◆ **Work order**
In the listing below, the lines from the first through the one with "public record SheetRead(List<Statement>" are to be copied word for word.

--

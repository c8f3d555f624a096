package spanwright.sheet;

import java.util.List;

/**
 * What a sheet was understood to say.
 *
 * @param statements in the order of their lines
 * @param mistakes in the order of their places; where there is one, the line it stands in says nothing
 */
public record SheetRead(List<Statement> statements, List<Mistake> mistakes) {

    /** Keeps its own copies. */
    public SheetRead {
        statements = List.copyOf(statements);
        mistakes = List.copyOf(mistakes);
    }
}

--

◆ **Written solution**
repository c8f3d555f624a096
package spanwright.sheet;

import java.util.List;

/**
 * What a sheet was understood to say.
 *
 * @param statements in the order of their lines
 * @param mistakes in the order of their places; where there is one, the line it stands in says nothing
 */
public record SheetRead(List<Statement> statements, List<Mistake> mistakes) {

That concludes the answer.